425 Sem saber, deseja-se a si próprio, e o elogiado é quem elogia;


e, ao desejar, é o desejado, e junto incendeia e arde de amor.
Quantas vezes beijos vãos não deu àquela fonte enganadora!
Quantas vezes não mergulhou os braços no meio das águas
para abraçar o pescoço que vê, e não se abraçou a si mesmo!
430 O que está a ver, não sabe; mas abrasa-se com aquilo que vê,
e a mesma ilusão que engana os olhos enche-o de desejo.
Crédulo, porque tentas agarrar em vão a fugidia imagem?
O que desejas não existe! Sai daí e o que amas perderás!
A forma que tu vês não passa de uma imagem reflectida:
435 ela não tem substância. Contigo vem, contigo permanece,
contigo parte — oh! se tu pudesses partir!

Cuidado algum com Ceres, cuidado algum com o repouso


conseguem arrancá-lo dali.

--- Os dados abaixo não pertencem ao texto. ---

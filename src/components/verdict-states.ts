import { matCheckCircle, matReport, matWarning } from '@quasar/extras/material-icons'

/** The three outcomes of a check. Each has its own shape, word and colour. */
export const VERDICTS = ['clear', 'conditional', 'critical'] as const
export type Verdict = (typeof VERDICTS)[number]

export interface VerdictLook {
  word: string
  /** One line on what the verdict means for the works. */
  meaning: string
  icon: string
  /** Quasar brand colour name. */
  colour: 'positive' | 'warning' | 'negative'
}

export const VERDICT_LOOKS: Record<Verdict, VerdictLook> = {
  clear: {
    word: 'Clear',
    meaning: 'Within limits under the stated assumptions',
    icon: matCheckCircle,
    colour: 'positive',
  },
  conditional: {
    word: 'Conditional',
    meaning: 'Acceptable only with the listed conditions',
    icon: matWarning,
    colour: 'warning',
  },
  critical: {
    word: 'Critical',
    meaning: 'Over a limit: the works need changing or protecting',
    icon: matReport,
    colour: 'negative',
  },
}
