async function toDto(r: PermitChangeRequest, transaction?: Transaction): Promise<ChangeRequestDto> {
  const a = await Application.findByPk(r.applicationId, {
    attributes: ['id', 'reference'],
    transaction,
  })
  const p = await Permit.findByPk(r.permitId, { attributes: ['number', 'validTo'], transaction })
  const reviews = await ChangeReview.findAll({
    where: { changeRequestId: r.id },
    include: [{ model: Organisation, as: 'owner', attributes: ['id', 'name'] }],
    order: [['id', 'ASC']],
    transaction,
  })
  return {
    id: r.id,
    applicationId: r.applicationId,
    reference: a?.reference ?? `#${r.applicationId}`,
    permitId: r.permitId,
    permitNumber: p?.number ?? '',
    status: r.status,
    currentValidTo: p?.validTo ?? '',
    validTo: r.validTo,
    activities: parseJson<ActivityInput[] | null>(r.activities),
    reason: r.reason,
    screening: parseJson<ChangeOwnerScreening[]>(r.screening),
    reviews: reviews.map((v): ChangeReviewDto => ({
      id: v.id,
      owner: {
        id: v.ownerOrganisationId,
        name: (v as ChangeReview & { owner?: Organisation }).owner?.name ?? '',
      },
      state: v.state,
      dueOn: v.dueOn,
      reasons: v.reasons,
      conditions: parseJson<{ code: string; text: string }[] | null>(v.conditions) ?? [],
      decidedAt: v.decidedAt ? v.decidedAt.toISOString() : null,
    })),
    createdAt: r.createdAt.toISOString(),
    decidedAt: r.decidedAt ? r.decidedAt.toISOString() : null,
    decisionNote: r.decisionNote,
    resultPermitId: r.resultPermitId,
    version: r.version,
  }
}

Estendido na vegetação à sombra,
contempla a mentirosa forma com um olhar insaciável,
440 e através dos olhos consome-se. Soerguendo-se um pouco,
estendeu os braços para os bosques à sua volta, e assim diz:
‘Quem jamais sofreu, oh! bosques, mais atrozmente de amor?
Decerto o sabeis, pois fostes esconderijo oportuno para muitos.

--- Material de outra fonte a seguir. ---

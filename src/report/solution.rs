//! A solved flowsheet as tables people read (fitting 100 columns) and as JSON with
//! the documented schema (docs/output.md).

use super::table::{fixed, Align, TextTable};
use crate::equipment::{Details, Role};
use crate::rules::Finding;
use crate::solve::Solution;
use serde::{Deserialize, Serialize};

/// One stream in the JSON output.
#[derive(Debug, Clone, Serialize, Deserialize, PartialEq)]
pub struct StreamRecord {
    /// `source.port`.
    pub name: String,
    /// Fluid.
    pub fluid: String,
    /// K.
    #[serde(rename = "temperature_K")]
    pub temperature_k: f64,
    /// Pa.
    #[serde(rename = "pressure_Pa")]
    pub pressure_pa: f64,
    /// J/kg.
    #[serde(rename = "enthalpy_J_kg")]
    pub enthalpy_j_kg: f64,
    /// J/(kg·K).
    #[serde(rename = "entropy_J_kgK")]
    pub entropy_j_kgk: f64,
    /// kg/m³.
    pub density_kg_m3: f64,
    /// kg/s.
    pub mass_flow_kg_s: f64,
    /// Vapour mass fraction (0 liquid, 1 gas).
    pub vapour_fraction: f64,
    /// Phase name.
    pub phase: String,
    /// Para mole fraction of a hydrogen stream (0.25 for frozen normal hydrogen).
    #[serde(default, skip_serializing_if = "Option::is_none")]
    pub para_fraction: Option<f64>,
}

/// A liquid hydrogen product's para fraction and its losses in storage.
#[derive(Debug, Clone, Serialize, Deserialize, PartialEq)]
pub struct HydrogenStorageRecord {
    /// The product's para fraction.
    pub para_fraction: f64,
    /// Whether the product is frozen normal hydrogen (no para fraction followed).
    pub frozen_normal: bool,
    /// The equilibrium para fraction at the product's temperature.
    pub equilibrium_para_fraction: f64,
    /// Ortho–para conversion enthalpy of the liquid, J/kg.
    #[serde(rename = "conversion_enthalpy_J_kg")]
    pub conversion_enthalpy_j_kg: f64,
    /// Latent heat at the product's pressure, J/kg.
    #[serde(rename = "latent_heat_J_kg")]
    pub latent_heat_j_kg: f64,
    /// Storage times, h.
    pub storage_hours: Vec<f64>,
    /// Para fraction after each storage time.
    pub para_fraction_after: Vec<f64>,
    /// Fraction of the liquid boiled off by conversion after each storage time.
    pub boiled_off_after: Vec<f64>,
    /// Liquid yield counting only what is left after each storage time.
    pub effective_liquid_yield_after: Option<Vec<f64>>,
}

/// One unit in the JSON output.
#[derive(Debug, Clone, Serialize, Deserialize, PartialEq)]
pub struct EquipmentRecord {
    /// Id.
    pub id: String,
    /// Kind.
    pub kind: String,
    /// Shaft power in, W (negative when recovered).
    #[serde(rename = "power_W")]
    pub power_w: f64,
    /// Heat transferred, W.
    #[serde(rename = "duty_W")]
    pub duty_w: Option<f64>,
    /// Work equivalent of precooling, W.
    #[serde(rename = "precooling_work_W")]
    pub precooling_work_w: f64,
    /// Exergy destroyed, W.
    #[serde(rename = "exergy_destroyed_W")]
    pub exergy_destroyed_w: f64,
    /// Exchangers: smallest temperature difference, K.
    #[serde(rename = "min_approach_K")]
    pub min_approach_k: Option<f64>,
    /// Exchangers: where it occurs, fraction of duty from the warm end.
    pub min_approach_position: Option<f64>,
    /// Exchangers: conductance, W/K.
    #[serde(rename = "ua_W_K")]
    pub ua_w_k: Option<f64>,
    /// Exchangers: effectiveness.
    pub effectiveness: Option<f64>,
    /// Compressors: discharge temperature of each stage, K.
    #[serde(rename = "discharge_temperatures_K")]
    pub discharge_temperatures_k: Option<Vec<f64>>,
    /// Precoolers: cryogen boiled, kg/s.
    pub boil_off_kg_s: Option<f64>,
    /// Expanders: liquid fraction at the outlet.
    pub outlet_liquid_fraction: Option<f64>,
    /// Multistream exchangers: each stream's temperatures and duty.
    #[serde(default, skip_serializing_if = "Option::is_none")]
    pub exchanger_streams: Option<Vec<ExchangerStreamRecord>>,
}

Quem porventura recordareis, na vossa tão longa existência,
445 (pois há tantos séculos viveis) que se tenha assim consumido?
Aquele encanta-me e vejo-o; mas o que vejo e me encanta
não logro encontrar: tanta confusão se apodera de quem ama!
E para que eu sofra mais, nem é o mar imenso que nos separa,
nem longo caminho, montes, muralhas de portas trancadas:
450 separa-nos um ténue fio de água! E ele anseia ser abraçado:
é que quantas vezes estendi os lábios para as límpidas águas,
tantas vezes voltou para mim a boca e se esforçou por beijar.
Poderia tocar-lhe, dirias: é mínimo o que obsta ao nosso amor.
Quem quer que sejas, sai cá para fora! Porque me iludes, rapaz
455 sem igual, aonde vais, desejando-te eu tanto? Decerto não foges
da minha figura nem da minha idade. Até ninfas me amaram!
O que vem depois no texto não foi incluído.